Ogni domenica mattina verso le nove si commemora la discesa dello Spirito Santo. A lato di questo, celebriamo la Pentecoste, la discesa dello Spirito Santo, 50 giorni dopo la risurrezione di Cristo ogni anno. Noi chiediamo anche lo Spirito Santo ogni giorno alle nove in una breve preghiera. Se vogliamo vivere intensamente il riempimento dello Spirito Santo e se Egli deve operare in noi, dobbiamo sapere che qui si applica una certa regola. Gesù disse che coloro che avrebbero creduto in Lui, dal loro cuore sarebbero scaturiti fiumi di acqua viva. Questo disse riguardo allo Spirito Santo, che gli apostoli avrebbero dovuto ricevere. La Scrittura ci dice perché non potevano riceverlo in pienezza mentre Gesù era qui sulla terra. Il motivo era che Gesù non era ancora glorificato, cioè non era ancora salito al cielo. Prima di salire al cielo e di inviare lo Spirito Santo sugli apostoli, doveva prima morire sulla Croce del Calvario ed essere risuscitato dai morti. Solo allora fu glorificato. Se lo Spirito di Dio deve operare in noi, anche noi dobbiamo entrare pienamente nella morte di Cristo ed essere ad essa uniti, cioè rinunciare completamente alla nostra volontà e accettare pienamente la volontà di Dio in questo tempo e in situazioni particolari. In quel momento, il nostro vecchio sé, la radice del male in noi, è paralizzato e lo Spirito Santo può operare pienamente in noi mediante la Sua onnipotenza.
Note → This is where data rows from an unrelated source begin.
def part_reactions(sheet: SheetSet, st: Styles, state) -> list:
    p = sheet.project
    f = p.units.factor("force")
    supported = np.flatnonzero(p.fixed.any(axis=1))
    if not len(supported):
        return []
    order = supported
    rows = [[p.node_ids[n]] + [fmt(state.reactions[n, k] / f, "force") if p.fixed[n, k] else "free" for k in range(p.dim)]
            for n in order]
    total = state.reactions.sum(axis=0) / f
    rows.append(["Sum"] + [fmt(v, "force") for v in total])
    out: list = [Paragraph("Reactions", st.h2),
                 long_table(sheet, st, ["Node"] + [f"R{a} [{_force_unit(p)}]" for a in p.axes], rows,
                            numeric=set(range(1, p.dim + 1)), total_width=sheet.width * 0.55, two_columns=True,
                            title=f"Reactions, {state_label(state)}")]
    return out


def part_checks(sheet: SheetSet, st: Styles, state) -> list:
    p = sheet.project
    c = state.checks
    lp = p.units.factor("load_path")
    lp_unit = ulabel(p.units, "load_path")
    rows = [
        ["Largest nodal residual |A t - f| / largest force", fmt(c.residual, "small"), fmt(c.tolerance, "small")],
        ["Resultant of loads and reactions / largest force", fmt(c.resultant, "small"), fmt(c.tolerance, "small")],
        ["Moment of loads and reactions / (largest force x extent)", fmt(c.moment, "small"), fmt(c.tolerance, "small")],
        [f"Maxwell's load path theorem: sum t L = {fmt(c.load_path_members / lp, 'load_path')} {lp_unit}, "
         f"sum f.x = {fmt(c.load_path_loads / lp, 'load_path')} {lp_unit}; relative difference",
         fmt(c.load_path_error, "small"), fmt(c.tolerance, "small")],
    ]
    verdict = "All checks pass." if c.passed else "A CHECK FAILS: this state's results must not be used."
    return [Paragraph("Checks on the solution", st.h2),
            table(st, ["Check", "Value", "Limit"], rows, numeric={1, 2}, title=f"Checks on the solution, {state_label(state)}",
                  widths=[sheet.width * 0.7, sheet.width * 0.12, sheet.width * 0.12], highlight=[] if c.passed else [0, 1, 2, 3]),
            para(f"<b>{verdict}</b> Load path theorem: Maxwell, \"On reciprocal figures, frames, and diagrams of forces\", "
                 "Trans. R. Soc. Edinburgh 26 (1870); reactions counted as loads.", st, "small")]


def _part_figures(part: str) -> Callable:
    def draw(sheet: SheetSet, st: Styles, state) -> list:
        out = []
        for fig in sheet.figures_for(part, state.id):
            out += figure(fig, sheet, st)
        return out

    draw.__name__ = f"part_{part}"
    return draw


def part_load_path(sheet: SheetSet, st: Styles, state) -> list:
    p = sheet.project
    a = sheet.analysis
    lp = p.units.factor("load_path")
    out: list = [Paragraph("Load path", st.h2)]
    total = a.load_path(state)
    text = (f"Load path sum |t| L = {fmt(total / lp, 'load_path')} {ulabel(p.units, 'load_path')} "
            f"(tension {fmt(np.clip(state.forces, 0, None) @ a.equilibrium.lengths / lp, 'load_path')}, "
            f"compression {fmt(-np.clip(state.forces, None, 0) @ a.equilibrium.lengths / lp, 'load_path')}).")
    if p.design.stress_limit:
        vol = total / p.design.stress_limit / p.units.factor("volume")
        text += (f" At a constant stress of {fmt(p.design.stress_limit / p.units.factor('stress'), 'stress')} "
                 f"{ulabel(p.units, 'stress')} this state needs a material volume of {fmt(vol, 'volume')} {ulabel(p.units, 'volume')}.")
    out.append(para(escape(text), st))
    out += _part_figures("load_path")(sheet, st, state)
    return out


FIGURE_PARTS = ("form_forces", "force_diagram", "cells", "minkowski", "load_path")  # the state parts that draw figures
PARTS: dict[str, Callable] = {
    "forces": part_forces,
    "reactions": part_reactions,
    "checks": part_checks,
    "form_forces": _part_figures("form_forces"),
    "force_diagram": _part_figures("force_diagram"),
    "cells": _part_figures("cells"),
    "minkowski": _part_figures("minkowski"),
    "load_path": part_load_path,
}


# -- envelope ----------------------------------------------------------------

def envelope(sheet: SheetSet, st: Styles) -> list:
    p = sheet.project
    env = sheet.analysis.envelope
    f = p.units.factor("force")
    if not env.over:
        return []
    order = np.arange(p.n_members)
    rows = [[p.member_ids[e], fmt(env.max_tension[e] / f, "force"), env.max_tension_state[e] or "-",
             fmt(env.max_compression[e] / f, "force"), env.max_compression_state[e] or "-"] for e in order]
    kind = "combinations" if sheet.analysis.combinations else "load cases"
    out: list = [heading("Envelopes", st, 0, "envelope"),
                 para(f"Largest tension and compression of each member over the {kind} ({escape(', '.join(env.over))}).", st),
                 long_table(sheet, st, ["Member", f"Max tension [{_force_unit(p)}]", "State", f"Max compression [{_force_unit(p)}]",
                                        "State"], rows, numeric={1, 3}, total_width=sheet.width * 0.8, two_columns=True)]
    return out


# -- member checks -----------------------------------------------------------

def member_checks(sheet: SheetSet, st: Styles) -> list:
    p = sheet.project
    c = sheet.checks
    u = p.units
    f = u.factor("force")
    w = sheet.width
    out: list = [heading("Member checks (indicative)", st, 0, "member-checks")]
    out.append(para("<b>Indicative only; not a code check.</b> These checks use the simple expressions below with the "
                    "factors given in the project file. The choice of method, buckling curve and factors, connections, "
                    "local effects and every other requirement of the governing code are for the engineer to determine.", st))
    if c.compression_method == "buckling_curve":
        curve = f"curve {p.design.buckling_curve}, " if p.design.buckling_curve else ""
        compression = (f"Compression: |t| ≤ χ A f_y / γ (γ = {fmt(c.compression_partial_factor, 'factor')}), the buckling curve "
                       f"method of EN 1993-1-1:2005 6.3.1.2 ({curve}imperfection factor α = {c.imperfection_factor:g}): "
                       "λ̄ = √(A f_y / N_cr), Φ = 0.5 [1 + α (λ̄ − 0.2) + λ̄²], χ = 1 / (Φ + √(Φ² − λ̄²)) ≤ 1")
    else:
        compression = "Compression: |t| ≤ min(A f_y, N_cr) / γ"
    for text in (
        "Tension: t ≤ A f_y / γ",
        compression,
        "Euler's load N_cr = π² E I / L_b² about each buckling axis (in plane and out of plane), L_b = K L or the buckling "
        "length the project gives for the member or its group; the axis with the lower N_cr governs",
        "Slenderness: L_b / r ≤ limit for members in compression (the larger over the axes), L / r ≤ limit for members "
        "only in tension; r = √(I / A)",
        "Utilisation = demand / capacity; a value above 1.000 exceeds the check.",
    ):
        out.append(Paragraph(escape(text), st.caution, bulletText="•"))
    out.append(para(f"Demands are each member's largest tension and compression over {escape(c.basis or ', '.join(c.over))}. "
                    "Cables take the tension check only.", st))
    if c.omitted:
        out.append(Paragraph("Checks left out", st.h2))
        for text in c.omitted:
            out.append(Paragraph(escape(text), st.caution, bulletText="•"))
    made = c.made
    if not made:
        out.append(para("No member check could be made with the factors and section data given.", st))
        return out
    worst = c.worst
    failing = c.failing
    out.append(Paragraph("Result", st.h2))
    out.append(key_value(st, [
        ("Checks made", ", ".join(c.title(k) for k in made)),
        ("Members checked", f"{int((~np.isnan(c.governing)).sum())} of {p.n_members}"),
        ("Governing member", f"{p.member_ids[worst]}: utilisation {fmt(c.governing[worst], 'ratio')} "
                             f"({c.title(c.governing_check[worst])}; state {c.governing_state(worst) or '-'})"),
        ("Members above a utilisation of 1.000", f"{len(failing)}" + (" (the first rows of the table of every member "
                                                                         "checked, shaded)" if len(failing) else "")),
        ("Members a check could not be made for", str(len({e for e, _ in c.unchecked}))),
        ("Role conflicts (cable in compression, strut in tension)", str(len(c.role_conflicts))),
    ], w, 0.4))
    groups = group_summaries(c, p.member_groups)
    if len(groups) > 1 or groups[0].group:
        out.append(Paragraph("By member group", st.h2))
        rows = [[g.group or "(none)", str(g.members), str(g.checked), p.member_ids[g.worst] if g.worst is not None else "-",
                 fmt(g.utilisation, "ratio"), g.check.replace("_", " ") or "-", g.state or "-"] for g in groups]
        hi = [i for i, g in enumerate(groups) if g.utilisation > 1]
        out.append(table(st, ["Group", "Members", "Checked", "Governing member", "Utilisation", "Check", "State"], rows,
                         numeric={1, 2, 4}, total_width=w, highlight=hi))
    g = np.nan_to_num(c.governing, nan=-1.0)
    order = np.argsort(-g, kind="stable")
    order = [e for e in order if g[e] >= 0]
    out.append(Paragraph("Every member checked, largest utilisation first", st.h2))
    header = ["Member", "Section", f"Max T [{_force_unit(p)}]", f"Max C [{_force_unit(p)}]", f"A f_y/γ [{_force_unit(p)}]",
              f"N_cr [{_force_unit(p)}]", f"N_c,Rd [{_force_unit(p)}]", "L_b/r or L/r", "u tension", "u comp.", "u slender", "Governs"]
    rows = []
    for e in order:
        slender = c.slenderness[e] if not np.isnan(c.slenderness[e]) else c.tension_slenderness[e]
        u_sl = np.nanmax([c.utilisation["slenderness"][e], c.utilisation["tension_slenderness"][e], -1.0])
        rows.append([p.member_ids[e], p.member_sections[e] or "-", fmt(c.max_tension[e] / f, "force"),
                     fmt(c.max_compression[e] / f, "force"), fmt(c.tension_resistance[e] / f, "force"),
                     fmt(c.euler_load[e] / f, "force"), fmt(c.compression_resistance[e] / f, "force"),
                     fmt(slender, "slenderness"), fmt(c.utilisation["tension"][e], "ratio"),
                     fmt(c.utilisation["compression"][e], "ratio"), fmt(u_sl if u_sl >= 0 else None, "ratio"),
                     f"{fmt(c.governing[e], 'ratio')} {c.governing_check[e].replace('tension_slenderness', 'L/r').replace('slenderness', 'L_b/r')}"])
    hi = [i for i, e in enumerate(order) if c.governing[e] > 1]
    shares = [7, 8, 7.5, 7.5, 7.5, 7.5, 7.5, 6.5, 6.5, 6.5, 6.5, 21]
    out.append(long_table(sheet, st, header, rows, numeric=set(range(2, 11)), widths=[w * x / sum(shares) for x in shares],
                          highlight=hi))
    out += buckling_table(sheet, st)
    out.append(para("The same values, member by member, are in csv/member_checks.csv.", st, "small"))
    if c.unchecked:
        out.append(Paragraph("Members a check could not be made for", st.h2))
        rows = [[p.member_ids[e], why] for e, why in c.unchecked]
        out.append(long_table(sheet, st, ["Member", "Why"], rows, widths=[w * 0.2, w * 0.8]))
    if c.role_conflicts:
        out.append(Paragraph("Role conflicts", st.h2))
        rows = [[p.member_ids[e], p.member_roles[e], why] for e, why in c.role_conflicts]
        out.append(long_table(sheet, st, ["Member", "Role", "Conflict"], rows, widths=[w * 0.2, w * 0.15, w * 0.65],
                              highlight=list(range(len(rows)))))
    return out


def buckling_table(sheet: SheetSet, st: Styles) -> list:
    """Buckling of the compression members, each axis: lengths, critical loads, the governing axis (and chi)."""
    p = sheet.project
    c = sheet.checks
    u = p.units
    f, L = u.factor("force"), u.factor("length")
    util = np.nan_to_num(c.utilisation["compression"], nan=-1.0)
    order = [e for e in np.argsort(-util, kind="stable") if util[e] >= 0]  # every compression member, most used first
    if not order:
        return []
    curve = c.compression_method == "buckling_curve"
    header = ["Member", f"L_b in plane [{ulabel(u, 'length')}]", f"L_b out of plane [{ulabel(u, 'length')}]",
              f"N_cr in plane [{_force_unit(p)}]", f"N_cr out of plane [{_force_unit(p)}]", "Governing axis"]
    header += ["λ̄", "χ"] if curve else []
    header += [f"N_c,Rd [{_force_unit(p)}]", "u comp."]
    rows = []
    for e in order:
        row = [p.member_ids[e], fmt(c.buckling_length_in_plane[e] / L, "length"), fmt(c.buckling_length_out_of_plane[e] / L, "length"),
               fmt(c.euler_load_in_plane[e] / f, "force"), fmt(c.euler_load_out_of_plane[e] / f, "force"), c.buckling_axis[e] or "-"]
        row += [fmt(c.relative_slenderness[e], "ratio"), fmt(c.reduction_factor[e], "ratio")] if curve else []
        row += [fmt(c.compression_resistance[e] / f, "force"), fmt(c.utilisation["compression"][e], "ratio")]
        rows.append(row)
    numeric = set(range(1, len(header))) - {5}
    return [Paragraph("Buckling of the compression members", st.h2),
            long_table(sheet, st, header, rows, numeric=numeric, total_width=sheet.width,
                       highlight=[i for i, e in enumerate(order) if util[e] > 1])]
Ci troviamo di fronte a uno strano paradosso: l’impotenza come mezzo dell’onnipotente potenza di Dio. I martiri di Cristo sono un esempio per noi. Dapprima furono gli apostoli, di cui Gesù disse: “Quando lo Spirito Santo sarà sceso su di voi, sarete miei martiri” – cioè sia testimoni che martiri. La Chiesa indica anche l’esempio dei martiri dei primi tre secoli, che erano pronti a subire i più grandi tormenti per dimostrare la loro fedeltà a Cristo. È stato lo Spirito Santo a dare loro la forza in mezzo alle più grandi sofferenze di non rinnegare Cristo e anche di sperimentare la vicinanza di Cristo e la Sua speciale protezione, spesso accompagnata da straordinari miracoli, come leggiamo nella vita dei santi.
Chiediamo allo Spirito Santo, specialmente a Pentecoste, di restare con noi e di non lasciarci, per essere fedeli a Cristo fino alla morte.